Les volumes acheminés restent limités, mais ce corridor a permis aux exportateurs maliens de poursuivre, a minima, leur activité dans une période très compliquée, comme le dit Boubacar Salia Daou, PDG de Millenium Mali. 

« Au moment de la crise, la Mauritanie et la Guinée ont été une bouffée d'air. Parce que quand le coton n'est pas marqué, la Compagnie malienne pour le développement du textile (CMDT) n'est pas payée, nous, les négociants, ne sommes pas payés », précise le PDG.

Le corridor de l'espoir

Depuis juillet, les sanctions de la Cédéao ont été levées, les évacuations ont repris via les ports traditionnels, mais la route de l’espoir continue et devrait continuer l'année prochaine à recevoir du coton malien. Une alternative qui a cependant ses limites, explique le négociant.

« Pour le moment, ils ne peuvent pas satisfaire à la demande de la CMDT parce que la CMDT a fait plus de 700 000 tonnes de coton graine et la Mauritanie ne peut pas faire face ainsi que la Guinée. Elles n'ont pas les infrastructures capables de faire la manutention de ces quantités-là. »
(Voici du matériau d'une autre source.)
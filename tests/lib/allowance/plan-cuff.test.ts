import fc from 'fast-check';
import Fraction from 'fraction.js';
import { describe, expect, it } from 'vitest';
import { AllowanceError, type CuffInput, type CuffPlan, formatLength, planCuff, type Unit } from '@/lib/allowance';

const lineTexts = (plan: CuffPlan) => plan.lines.map((l) => l.belowMark.text);
const codes = (plan: CuffPlan) => plan.warnings.map((w) => w.code);

describe('planCuff: published examples', () => {
  it('1½ in cuff: cut 4½ in below the mark, folds at 1½ and 3 in (TRADE.md: Seam2Seam 2014; Permanent Style 2020, "three times the height of the cuff")', () => {
    const plan = planCuff({ unit: 'in', cuffDepth: '1 1/2' });
    expect(lineTexts(plan)).toEqual(['0 in', '1 1/2 in', '3 in', '4 1/2 in']);
    expect(plan.required.text).toBe('4 1/2 in');
    expect(plan.required.mm).toBe(114.3);
    expect(plan.lines.map((l) => l.name)).toEqual(['finished-edge', 'cuff-top', 'inner-fold', 'cut']);
    expect(plan.warnings).toEqual([]);
  });

  it('2 × cuff depth + 1 in hem: 1¼ in cuff → 3½ in (TRADE.md: learning-alterations.com)', () => {
    const plan = planCuff({ unit: 'in', cuffDepth: '1¼', hemSection: 1 });
    expect(plan.required.text).toBe('3 1/2 in');
    expect(lineTexts(plan)).toEqual(['0 in', '1 1/4 in', '2 1/2 in', '3 1/2 in']);
  });

  it('2 × cuff depth + ½ in: 2½ in cuff → 5½ in (TRADE.md: climbingthewillow.com 2014)', () => {
    const plan = planCuff({ unit: 'in', cuffDepth: 2.5, hemSection: '1/2' });
    expect(plan.required.text).toBe('5 1/2 in');
    // 2½ in is over the usual 1 to 2¼ in (TRADE.md: Encyclopedia of Men's Clothes; Permanent Style 2020)
    expect(codes(plan)).toContain('cuff-depth-unusual');
    // a ½ in third section with the ½ in turn-under leaves nothing (TRADE.md common practice: turn-under about ½ in)
    expect(codes(plan)).toContain('third-section-too-small');
  });

  it('permanent turn-ups need 4½ to 5 in: 1½ and 1⅝ in cuffs fall inside (TRADE.md: Dellafera, Modern Tailoring, 1949)', () => {
    for (const depth of ['1 1/2', '1 5/8']) {
      const required = planCuff({ unit: 'in', cuffDepth: depth }).required.mm;
      expect(required).toBeGreaterThanOrEqual(4.5 * 25.4);
      expect(required).toBeLessThanOrEqual(5 * 25.4);
    }
  });

  it('metric: a 40 mm cuff needs 120 mm, a 5 cm cuff 15 cm (TRADE.md three-times rule; 5 cm modern standard, Permanent Style 2020)', () => {
    expect(planCuff({ unit: 'mm', cuffDepth: 40 }).required.text).toBe('120 mm');
    const cm = planCuff({ unit: 'cm', cuffDepth: '5' });
    expect(lineTexts(cm)).toEqual(['0 cm', '5 cm', '10 cm', '15 cm']);
    expect(cm.turnUnder.text).toBe('1.2 cm');
  });

  it('turn-under defaults to ½ in, 12 mm metric (TRADE.md common practice: about ½ in on a cuff inner edge)', () => {
    expect(planCuff({ unit: 'in', cuffDepth: 1.5 }).turnUnder.text).toBe('1/2 in');
    expect(planCuff({ unit: 'mm', cuffDepth: 38 }).turnUnder.text).toBe('12 mm');
  });

  it("usual depths 1¼, 1½, 1¾, 2 in raise no depth warning; ¾ and 2½ in do (TRADE.md: Encyclopedia of Men's Clothes; Permanent Style 2020)", () => {
    for (const d of ['1 1/4', '1 1/2', '1 3/4', '2', '1', '2 1/4']) expect(codes(planCuff({ unit: 'in', cuffDepth: d }))).not.toContain('cuff-depth-unusual');
    for (const d of ['3/4', '2 1/2']) expect(codes(planCuff({ unit: 'in', cuffDepth: d }))).toContain('cuff-depth-unusual');
  });

  it("a cuff is planned level even when a slope is asked for (TRADE.md: Encyclopedia of Men's Clothes, cuffs hemmed level)", () => {
    const plan = planCuff({ unit: 'in', cuffDepth: 1.5, slope: '1/2' });
    expect(codes(plan)).toEqual(['slope-on-cuff']);
    expect(plan.warnings[0]!.message).toContain('1/2 in');
    expect(lineTexts(plan)).toEqual(['0 in', '1 1/2 in', '3 in', '4 1/2 in']);
    expect(codes(planCuff({ unit: 'in', cuffDepth: 1.5, slope: 0 }))).toEqual([]);
  });

  it('turn of cloth is taken at each fold: 1½ in cuff with 1/16 in → lines at 1 9/16, 3 1/8, 4 5/8 in (arithmetic on the fold plan)', () => {
    const plan = planCuff({ unit: 'in', cuffDepth: 1.5, clothThickness: '1/16' });
    expect(lineTexts(plan)).toEqual(['0 in', '1 9/16 in', '3 1/8 in', '4 5/8 in']);
  });
});
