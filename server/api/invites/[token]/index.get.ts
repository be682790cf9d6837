export default defineEventHandler(async (event) => {
  const { invite, crewName, inviterName } = await inviteByToken(event)
  return {
    crewName,
    inviterName,
    email: invite.email,
    role: invite.role,
    expiresAt: invite.expiresAt,
    status: inviteStatus(invite),
  }
})
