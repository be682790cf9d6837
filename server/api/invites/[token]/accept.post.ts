import { and, eq } from 'drizzle-orm'
import { invites, memberships } from '../../../database/schema'

export default defineEventHandler(async (event) => {
  const user = await requireUser(event)
  const { invite } = await inviteByToken(event)
  const status = inviteStatus(invite)
  if (status !== 'open') {
    throw createError({ statusCode: 410, message: `This invite is ${status}. Ask the crew owner for a new one.` })
  }
  if (invite.email.toLowerCase() !== user.email.toLowerCase()) {
    throw createError({ statusCode: 403, message: `This invite is for ${invite.email}, but you are signed in as ${user.email}. Sign in with the invited address.` })
  }
  await useDb().transaction(async (tx) => {
    const [existing] = await tx.select({ id: memberships.id }).from(memberships)
      .where(and(eq(memberships.crewId, invite.crewId), eq(memberships.userId, user.id)))
    if (!existing) await tx.insert(memberships).values({ crewId: invite.crewId, userId: user.id, role: invite.role })
    await tx.update(invites).set({ acceptedAt: new Date(), acceptedBy: user.id }).where(eq(invites.id, invite.id))
  })
  return { crewId: invite.crewId, role: invite.role }
})
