//! `layflow run`: simulate layouts over replications and report with confidence intervals.

use std::fmt::Write as _;
use std::path::PathBuf;
use std::time::Instant;

use clap::Args;
use layflow_models::analysis::StaticPicture;
use layflow_models::plant::{DepartmentRole, Plant};
use layflow_models::report::{replicate, summarize, LayoutSummary};
use layflow_models::sim::{Plan, RunSpec};
use layflow_models::units::parse_duration;
use serde::Serialize;

use crate::check::{demand_factor, warn_overload};
use crate::progress::Progress;
use crate::table::{coverage, dur, dur_pct, dur_plain, num, pct, pm, share, whole, Table};
use crate::warmup::{self, WarmupChoice};
use crate::{load, Failure, Format};

/// Run settings shared by the commands that simulate; each overrides the scenario's `run:` value.
#[derive(Args, Debug, Clone)]
pub struct SimOptions {
    /// Replications (overrides run.replications).
    #[arg(long, value_name = "N")]
    pub replications: Option<u32>,
    /// Base seed of every random stream (overrides run.seed).
    #[arg(long, value_name = "S")]
    pub seed: Option<u64>,
    /// Simulated time per replication, warm-up included, e.g. "30 d" (overrides run.horizon).
    #[arg(long, value_name = "DURATION")]
    pub horizon: Option<String>,
    /// Statistics are cleared at this time, e.g. "2 d", or "auto" to choose it with MSER-5
    /// from pilot runs (overrides run.warmup).
    #[arg(long, value_name = "DURATION|auto")]
    pub warmup: Option<String>,
    /// Worker threads for replications (default: every core). Results do not depend on it.
    #[arg(long, value_name = "K")]
    pub threads: Option<usize>,
    /// No progress bar.
    #[arg(long, short)]
    pub quiet: bool,
    /// Leave the wall-clock time out of the JSON, so that the same seed gives byte-identical output.
    #[arg(long)]
    pub no_wall_clock: bool,
}

/// Arguments of `layflow run`.
#[derive(Args, Debug)]
pub struct RunArgs {
    /// The scenario file (YAML).
    pub scenario: PathBuf,
    /// Layout to simulate (repeat, or separate by commas); default: every layout.
    #[arg(long, value_name = "NAME", value_delimiter = ',')]
    pub layout: Vec<String>,
    /// Scale every product's demand by this factor (overrides demand_factor).
    #[arg(long, value_name = "FACTOR")]
    pub demand: Option<f64>,
    /// Output format.
    #[arg(long, value_enum, default_value_t = Format::Table)]
    pub format: Format,
    #[command(flatten)]
    pub sim: SimOptions,
}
► À lire aussi : Le Mali retrouve sa place de leader de la production de coton en Afrique

Alternative pérenne ou sortie de secours ponctuelle en cas de problème ? La Mauritanie a un rôle à jouer sur l'échiquier régional, explique Sid’Ahmed Abeidna, qui se veut rassurant sur les questions de capacités logistiques.

« Il y a des développements sur les côtes de la Mauritanie. Il y a un nouveau port, le port de Ndiago situé un peu plus au sud qui peut aussi participer à désengorger pendant une période où le port de Nouakchott aura forcément besoin d'un développement », espère le directeur de Sogeco.

Et si les flux de coton se tarissent, les minerais pourraient prendre le relais. Du manganèse malien circule désormais sur ce nouveau corridor mauritanien.